**Try it**.
The records below hold a stretch from the line with "List.of(String.valueOf(halfBand ? (taps" through the line with "case TRANSPOSED ->"; return exactly those lines, ends included, and nothing more.

**Records for this task**.

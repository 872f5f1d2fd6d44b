// SPDX-License-Identifier: EPL-2.0
package tapwright.core.exchange.export;

import java.math.BigInteger;
import java.util.ArrayList;
import java.util.List;
import java.util.Locale;
import java.util.Map;

import tapwright.core.InputException;
import tapwright.core.exchange.HandOver;
import tapwright.core.exchange.Stamp;
import tapwright.dsp.arithmetic.Arithmetic;
import tapwright.dsp.arithmetic.NumberFormat;
import tapwright.dsp.arithmetic.Structure;
import tapwright.dsp.exact.Symmetry;

/**
 * C99 header, a portable routine that yields the same bits as the simulation, and a program that checks it with vectors. The
 * routine uses no behaviour that the standard leaves undefined or to the implementation.
 */
final class CRoutine implements ExportFormat {

	@Override
	public String name() {
		return "c-routine";
	}

	@Override
	public String label() {
		return "C99 header, filter routine and self-test";
	}

	@Override
	public List<ExportedFile> write(HandOver filter) throws InputException {
		try {
			return files(filter);
		} catch (InputException e) {
			throw new InputException(filter.name(), e.describe());
		} catch (IllegalArgumentException e) {
			throw new InputException(filter.name(), e.getMessage());
		}
	}

	private static List<ExportedFile> files(HandOver filter) throws InputException {
		Arithmetic arithmetic = filter.arithmetic().orElseThrow(() -> new InputException("",
				"there is no arithmetic; state structure and formats to export a routine, or export the coefficients alone"));
		NumberFormat input = arithmetic.input().orElseThrow(() -> new InputException("",
				"no input format is stated; give the samples' word and fraction bits to export a routine"));
		if (!filter.whole()) {
			throw new InputException("", "the coefficients are real numbers; state a coefficient format to export a routine");
		}
		var path = new CDatapath(filter.taps(), arithmetic);
		Map<String, List<String>> values = Values.of(filter);
		int taps = filter.taps().length();
		if ((long) taps + arithmetic.factor() > Integer.MAX_VALUE) {
			throw new InputException("", "the rate factor " + arithmetic.factor() + " is too large for the routine");
		}
		boolean transposed = arithmetic.structure() == Structure.TRANSPOSED;
		values.put("input-type", List.of(CTypes.type(input, "input samples")));
		values.put("output-type", List.of(path.outputType()));
		values.put("input-format", List.of(input.text()));
		values.put("output-step", List.of(Values.unit(path.outputStep())));
		values.put("input-range", List.of(input.min() + " to " + input.max()));
		values.put("delays", List.of(String.valueOf(-Math.floorDiv(-taps, arithmetic.interpolation()))));
		values.put("factor", List.of(String.valueOf(arithmetic.factor())));
		values.put("outputs", List.of(rate(arithmetic)));
		values.put("product", List.of(path.product()));
		values.put("sum", List.of(path.sum()));
		values.put("output", List.of(path.output()));
		values.put("helpers", helpers(path, arithmetic, values));
		values.put("state", text(transposed ? "c-state-transposed" : arithmetic.decimation() > 1 ? "c-state-decimator"
				: "c-state-line", values));
		values.put("rest", List.of(transposed ? "" : arithmetic.decimation() > 1 ? ", 0, 0" : ", 0"));
		values.put("accept", transposed ? List.of() : text("c-accept", values));
		values.put("body", body(filter, arithmetic, values));
		ExportedFile header = CTable.header(filter, text("c-declarations", values));
		String identifier = values.get("identifier").getFirst();
		return List.of(header, new ExportedFile(identifier + ".c",
				Stamp.seal(Template.named("c-routine").fill(values))),
				selfTest(filter, arithmetic, identifier, values));
	}

	private static ExportedFile selfTest(HandOver filter, Arithmetic arithmetic, String identifier, Map<String,
			List<String>> values) {
		TestVectors vectors = TestVectors.of(filter.taps(), arithmetic);
		List<BigInteger> input = vectors.input();
		List<BigInteger> output = vectors.output();
		values.put("input-count", List.of(String.valueOf(input.size())));
		values.put("output-count", List.of(String.valueOf(output.size())));
		values.put("input-vector", Values.rows(input.size(), 8, k -> CTypes.literal(input.get(k))));
		values.put("output-vector", Values.rows(output.size(), 8, k -> CTypes.literal(output.get(k))));
		return new ExportedFile(identifier + "_selftest.c", Stamp.seal(Template.named("c-selftest").fill(values)));
	}

	private static String rate(Arithmetic arithmetic) {
		return arithmetic.interpolation() > 1 ? arithmetic.factor() + " outputs for each sample"
				: arithmetic.decimation() > 1 ? "one output for the first and every further " + arithmetic.factor()
						+ " samples"
						: "one output for each sample";
	}

	private static List<String> helpers(CDatapath path, Arithmetic arithmetic, Map<String, List<String>> values) {
		var lines = new ArrayList<String>();
		if (path.rounds()) {
			lines.addAll(text("c-round-" + arithmetic.rounding().name().toLowerCase(Locale.ROOT).replace('_', '-'),
					values));
		}
		if (path.saturates()) {
			lines.addAll(text("c-saturate", values));
		}
		if (path.wrapsSigned()) {
			lines.addAll(text("c-wrap-signed", values));
		}
		if (path.wrapsUnsigned()) {
			lines.addAll(text("c-wrap-unsigned", values));
		}
		return lines;
	}

	private static List<String> body(HandOver filter, Arithmetic arithmetic, Map<String, List<String>> values) {
		int taps = filter.taps().length();
		boolean even = filter.taps().symmetry() == Symmetry.EVEN;
		boolean halfBand = arithmetic.structure() == Structure.HALF_BAND;
		// Of a half-band filter the coefficients at even distances from the middle are zero.
		values.put("first", List.of(String.valueOf(halfBand ? (taps / 2 + 1) % 2 : 0)));
		values.put("stride", List.of(halfBand ? "2" : "1"));
		values.put("sign", List.of(even ? "+" : "-"));
		var lines = new ArrayList<String>();
		switch (arithmetic.structure()) {
		case TRANSPOSED, POLYPHASE_INTERPOLATOR -> { /* their loops do it all */ }
		default -> lines.addAll(text(arithmetic.decimation() > 1 ? "c-wait" : "c-ready", values));
		}
		lines.addAll(switch (arithmetic.structure()) {
		case DIRECT, POLYPHASE_DECIMATOR -> text("c-direct", values);
		case TRANSPOSED -> text("c-transposed", values);
		case POLYPHASE_INTERPOLATOR -> text("c-interpolator", values);
		case FOLDED, HALF_BAND -> text(taps % 2 == 1 && even ? "c-folded-middle" : "c-folded", values);
		});
		return lines;
	}

	private static List<String> text(String template, Map<String, List<String>> values) {
		return Template.named(template).fill(values).lines().toList();
	}
}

**Output below**.
		values.put("first", List.of(String.valueOf(halfBand ? (taps / 2 + 1) % 2 : 0)));
		values.put("stride", List.of(halfBand ? "2" : "1"));
		values.put("sign", List.of(even ? "+" : "-"));
		var lines = new ArrayList<String>();
		switch (arithmetic.structure()) {
		case TRANSPOSED, POLYPHASE_INTERPOLATOR -> { /* their loops do it all */ }
		default -> lines.addAll(text(arithmetic.decimation() > 1 ? "c-wait" : "c-ready", values));
		}
		lines.addAll(switch (arithmetic.structure()) {
		case DIRECT, POLYPHASE_DECIMATOR -> text("c-direct", values);
		case TRANSPOSED -> text("c-transposed", values);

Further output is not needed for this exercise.